WHAT THE TASK REQUIRES
The lines to repeat are those below from the one containing "export const NORM_DAYS = 28;" down to the one containing "of the next", both included; reproduce them exactly and nothing else.

RECORDS PROVIDED: Begin

import { median } from './statistics';

/**
 * The shortfall engine's judgement, as pure functions over numbers the server (or the benchmark) gathers.
 *
 * Built for real counts, which are noisier than counting noise alone (DESIGN.md § The computation):
 * - every spot (section, row, tier) is measured as a ratio to its yardstick — a section to the median of its
 *   tier peers, a row to the median of the other rows, a tier to the rest of the house (so its own drop does
 *   not dilute the yardstick) — and judged against its own usual ratio, learned from its clean days;
 * - a complete production day is judged once, and within the day only at fixed checkpoints after lights-on,
 *   each against what the spot usually has by that hour;
 * - each spot's own wobble is estimated robustly (MAD) from its history, shrunk toward its house's, so an
 *   alarm needs both: more than the threshold below expected AND far outside that spot's usual wobble;
 * - a one-sided CUSUM on the complete days catches slow slides that a day-by-day rule learns as normal.
 */

/** Hours after lights-on at which a day is looked at before it is complete. */
export const CHECKPOINT_HOURS = [5, 10] as const;
/** Stages of a production day: the checkpoints, then the complete day. */
export const STAGES = CHECKPOINT_HOURS.length + 1;
export const COMPLETE_DAY = STAGES - 1;

/** At most this many clean days make a spot's usual ratio (about four weeks). */
export const NORM_DAYS = 28;
/** Fewer clean days than this and a spot is still learning: shown, never mailed. */
export const MIN_CLEAN_DAYS = 3;
/** How unusual (in the spot's own standard deviations) a shortfall must be, besides the threshold. */
export const ALARM_Z = 4;
/**
 * How unusual a first sighting must be to be an alarm at once; a less unusual one waits for one of the next
 * judged stages to confirm it (two unusual judgements close together, the idea of the Western Electric run
 * rules — NIST/SEMATECH e-Handbook §6.3.2). 6 wobbles: a section about 18 % down, any row or tier past the
 * threshold. Measured in bench:detect: false exceptions 0.078 → 0.022 per house-week.
 */
export const CONFIRM_AT_ONCE_Z = 6;
/**
 * How unusual a judgement after a first sighting must be to confirm it: 2 wobbles, after one of 4 (the run
 * rule "two of three points beyond 2σ" — NIST/SEMATECH e-Handbook §6.3.2). Measured in bench:detect (5 seeds
 * a kind): 3 wobbles left a section 15 % down that was seen first on a complete day and then at the next
 * morning's 5-hour checkpoint (z −2.3) unconfirmed till the 10-hour one — section −15 % within 2 days 93.3 %
 * → 100 %, false exceptions 0.020 → 0.035 per house-week.
 */
export const CONFIRM_Z = 2;
/** How many judged stages after a first sighting may confirm it (about one production day). */
export const CONFIRM_WITHIN_STAGES = 3;
/** CUSUM reference value k and decision interval h, in standard deviations (see cusumStep). */
export const CUSUM_K = 0.5;
export const CUSUM_H = 5;
/** Weight, in days, of the house's pooled wobble in each spot's own (empirical-Bayes shrinkage). */
const SHRINK_DAYS = 28;
/**
 * A spot's wobble is never taken as less than this (log ratio, 2 %): real sections are never steadier from day
 * to day (hens choose their nests anew), so an unnaturally steady history (a tidy simulator, daily totals
 * loaded from elsewhere) cannot make every small difference look far outside it.
 */
const MIN_WOBBLE = 0.02;
/** Wobble assumed while nothing is known yet about a spot or its house. */
const DEFAULT_WOBBLE = 0.06;

export type SpotScope = 'section' | 'row' | 'tier';

export interface SectionCounts {
  row: number;
  tier: number;
  /** eggs counted by the end of each stage: [by each checkpoint…, complete day] (cumulative) */
  byStage: readonly number[];
}

/** One spot at one stage of one day: its own eggs and its yardstick (what its peers laid). */
export interface SpotMeasure {
  key: string;
  scope: SpotScope;
  row: number | null;
  tier: number | null;
  own: number;
  yardstick: number;
}

export const spotKeyOf = (scope: SpotScope, row: number | null, tier: number | null) =>
  `${scope}:${row ?? '-'}:${tier ?? '-'}`;

/**
 * Every spot of a house at one stage of one day. Sections in `filled` (a silent counter) are counted at
 * their expected value instead, so a dead counter does not make its row, tier or house look short.
 */
export function measureSpots(
  sections: readonly SectionCounts[],
  stage: number,
  filled: ReadonlyMap<string, number> = new Map(),
): SpotMeasure[] {
  const eggsOf = (s: SectionCounts) =>
    filled.get(spotKeyOf('section', s.row, s.tier)) ?? s.byStage[stage] ?? 0;
  const measures: SpotMeasure[] = [];
  const byTier = new Map<number, SectionCounts[]>();
  const rowTotals = new Map<number, number>();
  const tierTotals = new Map<number, number>();
  let house = 0;
  for (const s of sections) {
    const list = byTier.get(s.tier) ?? [];
    list.push(s);
    byTier.set(s.tier, list);
    const eggs = eggsOf(s);
    rowTotals.set(s.row, (rowTotals.get(s.row) ?? 0) + eggs);
    tierTotals.set(s.tier, (tierTotals.get(s.tier) ?? 0) + eggs);
    house += eggs;
  }
  for (const s of sections) {
    const key = spotKeyOf('section', s.row, s.tier);
    // A silent section is a counter matter: it is not measured as a shortfall at all.
    if (filled.has(key)) continue;
    const peers = (byTier.get(s.tier) ?? []).filter((p) => p.row !== s.row).map(eggsOf);
    if (peers.length === 0) continue;
    measures.push({
      key,
      scope: 'section',
      row: s.row,
      tier: s.tier,
      own: eggsOf(s),
      yardstick: median(peers),
    });
  }
  for (const [row, own] of rowTotals) {
    const others = [...rowTotals].filter(([r]) => r !== row).map(([, e]) => e);
    if (others.length === 0) continue;
    measures.push({
      key: spotKeyOf('row', row, null),
      scope: 'row',
      row,
      tier: null,
      own,
      yardstick: median(others),
    });
  }
  if (tierTotals.size > 1) {
    for (const [tier, own] of tierTotals) {
      measures.push({
        key: spotKeyOf('tier', null, tier),
        scope: 'tier',
        row: null,
        tier,
        own,
        yardstick: house - own,
      });
    }
  }
  return measures;
}

/** The natural log of own ÷ yardstick, or null when either is empty. */
export function logRatio(m: Pick<SpotMeasure, 'own' | 'yardstick'>): number | null {
  return m.own > 0 && m.yardstick > 0 ? Math.log(m.own / m.yardstick) : null;
}

/**
 * Small-sample factors that make the scaled MAD of n normal values unbiased, for n = 2 … 9 (Croux &
 * Rousseeuw 1992, "Time-efficient algorithms for two highly robust estimators of scale" — values from
 * memory [M]; the spec checks each by Monte Carlo). Without them the MAD of three days runs a third low.
 */
const MAD_SMALL_SAMPLE: Readonly<Record<number, number>> = {
  2: 1.196,
  3: 1.495,
  4: 1.363,
  5: 1.206,
  6: 1.2,
  7: 1.14,
  8: 1.129,
  9: 1.107,
};

/**
 * Median absolute deviation scaled to a normal standard deviation (× 1.4826; NIST e-Handbook §1.3.5.17),
 * with the small-sample factor: the table above for n ≤ 9 and n / (n − 0.8) beyond (Croux & Rousseeuw 1992
 * — from memory [M]; checked by Monte Carlo in the spec). The plain MAD of a few days runs low, and an alarm
 * rule on too small a wobble cries wolf.
 */
export function robustSd(values: readonly number[]): number | null {
  if (values.length < 2) return null;
  const centre = median(values);
  const mad = 1.4826 * median(values.map((v) => Math.abs(v - centre)));
  const n = values.length;
  return n > 9 ? (mad * n) / (n - 0.8) : mad * (MAD_SMALL_SAMPLE[n] ?? 1);
}

/** What a spot's clean history says it usually is at one stage. */
export interface SpotNorm {
  /** usual log ratio to its yardstick */
  baseline: number;
  /** own day-to-day wobble of the log ratio, before shrinkage */
  wobble: number | null;
  /** clean days it was learned from */
  days: number;
}

/** A spot's usual log ratio and wobble from its clean past log ratios (newest first; at most NORM_DAYS used). */
export function learnNorm(pastLogRatios: readonly number[]): SpotNorm {
  const recent = pastLogRatios.slice(0, NORM_DAYS);
  if (recent.length === 0) return { baseline: 0, wobble: null, days: 0 };
  return { baseline: median(recent), wobble: robustSd(recent), days: recent.length };
}

/**
 * A spot's wobble shrunk toward its house's (the median wobble of spots of the same scope): with few days of
 * its own, a spot borrows its house's; with many, it keeps its own. The uncertainty of a median baseline of
 * n days adds about π/2 · σ²/n to the variance of today's comparison.
 */
export function effectiveWobble(norm: SpotNorm, houseWobble: number | null): number {
  const pooled = houseWobble ?? norm.wobble ?? DEFAULT_WOBBLE;
  const own = norm.wobble ?? pooled;
  const n = norm.days;
  const shrunk = Math.sqrt((n * own * own + SHRINK_DAYS * pooled * pooled) / (n + SHRINK_DAYS));
  const baselineUncertainty = n > 0 ? (Math.PI / 2) * (1 / n) : 1;
  return Math.max(MIN_WOBBLE, shrunk * Math.sqrt(1 + baselineUncertainty));
}

export interface SpotVerdict {
  eggs: number;
  expected: number;
  /** eggs ÷ expected */
  ratio: number;
  /** how unusual, in the spot's own standard deviations (negative: below expected) */
  z: number;
  /** more than the threshold below expected AND far outside the spot's usual wobble */
  isShort: boolean;
  /** back within half the threshold */
  isRecovered: boolean;
  /** more than the threshold above expected and as unusual: a counter reading high */
  isHigh: boolean;
}

/**
 * Judges one spot: expected = yardstick × its usual ratio (or the ratio a person accepted as normal for it,
 * when lower). Short needs both the threshold (the trade's rule of thumb, 10 % by default: common practice,
 * no published source) and z ≤ −ALARM_Z.
 */
export function judgeSpot(
  measure: Pick<SpotMeasure, 'own' | 'yardstick'>,
  norm: SpotNorm,
  wobble: number,
  thresholdPct: number,
  acceptedLogRatio?: number | null,
): SpotVerdict {
  const baseline =
    acceptedLogRatio !== undefined && acceptedLogRatio !== null
      ? Math.min(norm.baseline, acceptedLogRatio)
      : norm.baseline;
  const expected = measure.yardstick * Math.exp(baseline);
  const observed = logRatio(measure);
  // Nothing counted where eggs were expected is as far below as it gets; nothing expected is no judgement.
  const deviation = observed === null ? (expected > 0 ? -Infinity : 0) : observed - baseline;
  const ratio = expected > 0 ? measure.own / expected : 1;
  const z = deviation / wobble;
  const threshold = thresholdPct / 100;
  return {
    eggs: measure.own,
    expected,
    ratio,
    z,
    isShort: expected > 0 && ratio < 1 - threshold && z <= -ALARM_Z,
    isRecovered: ratio >= 1 - threshold / 2,
    isHigh: expected > 0 && ratio > 1 + threshold && z >= ALARM_Z,
  };
}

RECORDS PROVIDED: End

SOLUTION TO THE EXERCISE
export const NORM_DAYS = 28;
/** Fewer clean days than this and a spot is still learning: shown, never mailed. */
export const MIN_CLEAN_DAYS = 3;
/** How unusual (in the spot's own standard deviations) a shortfall must be, besides the threshold. */
export const ALARM_Z = 4;
/**
 * How unusual a first sighting must be to be an alarm at once; a less unusual one waits for one of the next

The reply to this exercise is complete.